Records from a collection:
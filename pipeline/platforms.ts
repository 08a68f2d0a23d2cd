import { basename, dirname, join } from "node:path";
import { fileURLToPath } from "node:url";
import { parse } from "csv-parse/sync";
import type { z } from "zod";
import { type PlatformModel, platformModel, processRemarks } from "../models/decision/mod.ts";
import {
  type AreaModel,
  bulkIndexModel,
  checkTableBounds,
  constantAreaModel,
  designsAreaModel,
  designsIndexModel,
  type IndexModel,
  solvedCoupling,
  type SolvedDesigns,
  SOLVER_VERSION,
  type SolverIndexModel,
  tableAreaModel,
  tableIndexModel,
} from "../models/guides/mod.ts";
import { areaRowSchema, indexRowSchema, type Platform, platformSchema } from "../shared/schemas/platform.ts";
import { InputError } from "../shared/errors.ts";
import { fingerprintOf, issueLines, parseJson, readTextFile, sha256 } from "./json_file.ts";

export type IndexRow = z.infer<typeof indexRowSchema>;
export type AreaRow = z.infer<typeof areaRowSchema>;

/** A platform with its tables and a fingerprint of every byte that it was made from. */
export interface LoadedPlatform {
  readonly platform: Platform;
  readonly indexRows: readonly IndexRow[] | null;
  readonly areaRows: readonly AreaRow[] | null;
  readonly file: string;
  readonly fingerprint: string;
}

const BUILT_IN = fileURLToPath(new URL("../models/platforms/", import.meta.url));

/** Ids of the platforms in a folder and built in, sorted. */
export async function platformIds(folder?: string): Promise<string[]> {
  const ids = new Set<string>();
  for (const dir of folder === undefined ? [BUILT_IN] : [folder, BUILT_IN]) {
    try {
      for await (const entry of Deno.readDir(dir)) {
        if (entry.name.endsWith(".json")) ids.add(entry.name.slice(0, -5));
      }
    } catch (cause) {
      throw new InputError(`Cannot read the platform folder ${dir}: ${(cause as Error).message}`, {
        file: dir,
      });
    }
  }
  return [...ids].sort();
}

/**
 * Loads a platform from the user's folder (first) or from those built in.
 * @throws InputError for an unknown id (names the known ones), a file that fails its schema, a bad table row
 */
export async function loadPlatform(id: string, folder?: string): Promise<LoadedPlatform> {
  const known = await platformIds(folder);
  if (!known.includes(id)) {
    throw new InputError(`Unknown platform ${JSON.stringify(id)}: known are ${known.join(", ")}`, {
      value: id,
    });
  }
  const own = folder === undefined ? null : join(folder, `${id}.json`);
  const file = own !== null && await exists(own) ? own : join(BUILT_IN, `${id}.json`);
  const text = await readTextFile(file, "platform");
  const platform = parseJson(text, file, platformSchema, "platform");
  if (platform.platform !== id) {
    throw new InputError(
      `Cannot use platform ${file}: it calls itself ${
        JSON.stringify(platform.platform)
      }, its file name says ${JSON.stringify(id)}`,
      { file, column: "platform", value: platform.platform },
    );
  }
  const hashes = [sha256(text)];
  let indexRows: IndexRow[] | null = null;
  let areaRows: AreaRow[] | null = null;
  if (platform.index.from === "table") {
    const index = await readTable(join(dirname(file), basename(platform.index.n_eff)), indexRowSchema);
    indexRows = index.rows;
    hashes.push(index.sha256);
    checkBounds(platform, index.rows, file);
    if (platform.index.effective_area !== undefined) {
      const area = await readTable(
        join(dirname(file), basename(platform.index.effective_area)),
        areaRowSchema,
      );
      areaRows = area.rows;
      hashes.push(area.sha256);
    }
  }
  if (platform.index.from === "solver") {
    hashes.push(sha256(`solver ${SOLVER_VERSION}`)); // what the file makes of it is part of what it says
    if (platform.effective_area_um2 !== undefined) {
      throw new InputError(
        `Cannot use platform ${file}: effective_area_um2 ${platform.effective_area_um2} beside index.from "solver", ` +
          `which solves the areas; leave one out`,
        { file, column: "effective_area_um2" },
      );
    }
  } else if (platform.effective_area_um2 === undefined && areaRows === null) {
    throw new InputError(
      `Cannot use platform ${file}: no effective area; give effective_area_um2 or index.effective_area`,
      { file, column: "effective_area_um2" },
    );
  }
  return { platform, indexRows, areaRows, file, fingerprint: fingerprintOf(hashes) };
}

/** A table is held against what its guides stand on before anything is computed with it. */
function checkBounds(
  { index, material, axes }: Pick<Platform, "index" | "material" | "axes">,
  rows: readonly IndexRow[],
  file: string,
): void {
  if (index.from !== "table") return;
  try {
    checkTableBounds(rows, material, axes, index.substrate ?? "unknown");
  } catch (cause) {
    if (!(cause instanceof RangeError)) throw cause;
    throw new InputError(`Cannot use platform ${file}: ${cause.message}`, { file, column: "n_eff" }, {
      cause,
    });
  }
}

/** What a model is built from: plain data, so that it can be handed to a worker. */
export type PlatformData =
  & Pick<LoadedPlatform, "platform" | "indexRows" | "areaRows" | "file">
  & {
    /** Solved designs, for a platform whose index is solved. */
    readonly designs?: SolvedDesigns | null;
  };

/** Builds the models of a platform. @throws InputError when its tables or axes can't make one */
export function buildModel(data: PlatformData): PlatformModel {
  const { platform, file } = data;
  try {
    const { index, area } = guideModels(data);
    const outputs = data.designs?.outputs ?? [];
    return platformModel(
      platform,
      index,
      area,
      (geometry, pol, lambda, fibreMfd) => solvedCoupling(outputs, geometry, pol, lambda, fibreMfd),
    );
  } catch (cause) {
    if (!(cause instanceof RangeError)) throw cause;
    throw new InputError(`Cannot use platform ${file}: ${cause.message}`, { file }, { cause });
  }
}

function guideModels(
  { platform, indexRows, areaRows, designs }: PlatformData,
): { index: IndexModel; area: AreaModel } {
  const { index, material, axes } = platform;
  const constant = platform.effective_area_um2;
  switch (index.from) {
    case "bulk":
      return { index: bulkIndexModel(material, axes), area: constantAreaModel(constant!) };
    case "table":
      return {
        index: tableIndexModel(indexRows!, material, axes, index.nominal),
        area: constant !== undefined ? constantAreaModel(constant) : tableAreaModel(areaRows!, index.nominal),
      };
    case "solver": {
      const solved = designs ?? { tables: [], areas: [], outputs: [] };
      return {
        index: withRemarks(designsIndexModel(solved), processRemarks(index)),
        area: designsAreaModel(solved),
      };
    }
  }
}

/** Remarks that hold of every answer of an index. */
function withRemarks(index: SolverIndexModel, always: readonly string[]): SolverIndexModel {
  if (always.length === 0) return index;
  return {
    ...index,
    remark: (...question) => [...always, index.remark(...question)].filter((r) => r !== null).join("\n"),
  };
}

async function exists(path: string): Promise<boolean> {
  try {
    await Deno.stat(path);
    return true;
  } catch (error) {
    if (error instanceof Deno.errors.NotFound) return false;
    throw error;
  }
}

/** A small CSV beside a platform file: every cell but the texts is a number. */
async function readTable<S extends z.ZodType>(
  path: string,
  schema: S,
): Promise<{ rows: z.infer<S>[]; sha256: string }> {
  const text = await readTextFile(path, "platform table");
  let records: { record: Record<string, string>; info: { lines: number } }[];
  try {
    records = parse(text, { columns: true, bom: true, info: true, skip_empty_lines: true, trim: true });
  } catch (cause) {
    throw new InputError(`Cannot read platform table ${path}: ${(cause as Error).message}`, { file: path }, {
      cause,
    });
  }
  const rows = records.map(({ record, info }) => {
    const cells = Object.entries(record).filter(([, v]) => v !== "").map(([k, v]) => {
      return [k, k === "polarisation" || k === "process" ? v : Number(v)] as const;
    });
    const checked = schema.safeParse(Object.fromEntries(cells), { reportInput: true });
    if (checked.success) return checked.data;
    const why = checked.error.issues.flatMap((issue) => issueLines(issue)).join("; ");
    throw new InputError(`Cannot use platform table ${path}:${info.lines}: ${why}`, {
      file: path,
      line: info.lines,
    });
  });
  return { rows, sha256: sha256(text) };
}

## Work item
Show all lines above containing "push".

## Answer to this task
    hashes.push(index.sha256);
      hashes.push(area.sha256);
    hashes.push(sha256(`solver ${SOLVER_VERSION}`)); // what the file makes of it is part of what it says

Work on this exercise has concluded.